Август Стриндберг - Полное собрание сочинений. Том 4. Красная комната
— На церковном совете?
— Да, у человека будущее. Пастор-примариус кивнул ему. Он, должно быть, станет скоро городским гласным, как земельный собственник.
— Как обстоят дела с «Тритоном»?
— Они работают теперь с облигациями; при этом твой брат ничего не потерял, если он ничего и не выиграл; нет, у него теперь другие дела.
— Не будем больше говорить об этом человеке.
— Но ведь это твой брат!
— Разве это его заслуга, что он мой брат? Но теперь мы поговорим о чём угодно; теперь скажи мне, что тебе нужно?
— У меня завтра похороны, а у меня нет фрака…
— Можешь взять мой!
— Спасибо, брат, ты помогаешь мне в большом затруднении. Вот в чём дело; но есть еще другое, более интимного характера…

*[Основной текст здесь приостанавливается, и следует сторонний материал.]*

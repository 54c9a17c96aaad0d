/**
 * The live stream of the open saved model (`GET /api/models/{id}/events`): one
 * EventSource while a saved model is open, closed when it closes or another
 * opens. Keeps the latest `revision` and `review` events for the live notice,
 * and counts the review events (and reconnections, which may have missed some)
 * so that the review panel loads the review again. A failed or refused stream
 * is reconnected after a wait that doubles per failure (review-rules.ts).
 */
import type { ReactiveController, ReactiveControllerHost } from 'lit';
import { eventsUrl } from './review-api.js';
import { type ReviewEvent, type RevisionEvent, readReviewEvent, readRevisionEvent } from './review-types.js';
import { reconnectDelay } from './review-rules.js';

export class ReviewLiveController implements ReactiveController {
  /** The latest `revision` event of the open model, or null. */
  revisionEvent: RevisionEvent | null = null;
  /** The latest `review` event of the open model, or null. */
  reviewEvent: ReviewEvent | null = null;
  /** Changes on every review event and reconnection: the review shown is loaded again. */
  tick = 0;

  private readonly host: ReactiveControllerHost;
  private readonly modelId: () => string | null;
  private id: string | null = null;
  private source: EventSource | null = null;
  private attempt = 0;
  private timer: ReturnType<typeof setTimeout> | undefined;

  /** `modelId` names the saved model open on the host (null for none); read after each update. */
  constructor(host: ReactiveControllerHost, modelId: () => string | null) {
    this.host = host;
    this.modelId = modelId;
    host.addController(this);
  }

  hostUpdated(): void {
    const id = this.modelId();
    if (id !== this.id) this.follow(id);
  }

  hostDisconnected(): void {
    this.follow(null);
  }

  /** Follows model `id` (null: none): the old stream closes, the events are forgotten. */
  private follow(id: string | null): void {
    this.close();
    this.id = id;
    this.attempt = 0;
    const had = this.revisionEvent !== null || this.reviewEvent !== null;
    this.revisionEvent = null;
    this.reviewEvent = null;
    if (id) this.connect(id);
    if (had) this.host.requestUpdate();
  }

  private connect(id: string): void {
    if (typeof EventSource === 'undefined') return;
    const es = new EventSource(eventsUrl(id));
    this.source = es;
    const reconnected = this.attempt > 0;
    es.addEventListener('open', () => {
      this.attempt = 0;
      if (reconnected) this.bump();
    });
    es.addEventListener('revision', (e) => {
      const ev = readRevisionEvent(String((e as MessageEvent).data));
      if (!ev || ev.id !== id || this.source !== es) return;
      this.revisionEvent = ev;
      this.host.requestUpdate();
    });
    es.addEventListener('review', (e) => {
      const ev = readReviewEvent(String((e as MessageEvent).data));
      if (!ev || ev.id !== id || this.source !== es) return;
      this.reviewEvent = ev;
      this.bump();
    });
    es.addEventListener('error', () => {
      // Closed here and opened again by us, so that a refused stream (401, an older server's 404) waits longer each time.
      if (this.source !== es) return;
      es.close();
      this.source = null;
      const wait = reconnectDelay(this.attempt++);
      this.timer = setTimeout(() => {
        this.timer = undefined;
        if (this.id === id && !this.source) this.connect(id);
      }, wait);
    });
  }

  private bump(): void {
    this.tick++;
    this.host.requestUpdate();
  }

  private close(): void {
    clearTimeout(this.timer);
    this.timer = undefined;
    this.source?.close();
    this.source = null;
  }
}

— Зачем выбираешь ты меня, своего врага, в таком интимном деле? Ты удивляешь меня…
— Потому что у тебя есть сердце.
— Не полагайся больше на это! Ну, продолжай…
— Ты стал таким нервным и непохож сам на себя; ты раньше был так кроток!
— Ведь я же сказал тебе! Говори!
— Я хотел тебя попросить, не пойдешь ли ты со мной на кладбище?
— Гм!.. А почему ты не попросишь какого-нибудь коллегу из «Серого Колпачка»?
— По некоторым обстоятельствам. Впрочем, тебе я могу сказать: я не женат.
— Ты не женат? Ты, страж алтаря и нравов, нарушил священные узы?
— Бедность, обстоятельства! Но разве я не так же счастлив? Жена моя любит меня, я ее, а это всё. Есть тут еще и другое обстоятельство. По некоторым причинам дитя не было крещено; ему было три недели, когда оно умерло, и поэтому никакой пастор не будет молиться у его могилы; но я не решаюсь сказать это жене: это привело бы ее в отчаяние; поэтому я сказал, что пастор придет прямо на кладбище, чтобы ты знал. Она, конечно, останется дома. Ты встретишь только двоих; одного звать Леви, это младший брат директора «Тритона» и служащий в конторе общества. Это очень милый молодой человек с удивительно хорошей головой и еще лучшим сердцем. Ты не должен смеяться, я вижу, ты думаешь, что я занимал у него деньги, — это так, — но это человек, которого ты полюбишь. И потом будет мой старый друг, доктор Борт, лечивший ребенка. Это человек без предрассудков и с широким кругозором; ты с ним поладишь! Теперь я могу рассчитывать на тебя. Нас будет только четверо в экипаже, ну, а ребенок в гробике, конечно.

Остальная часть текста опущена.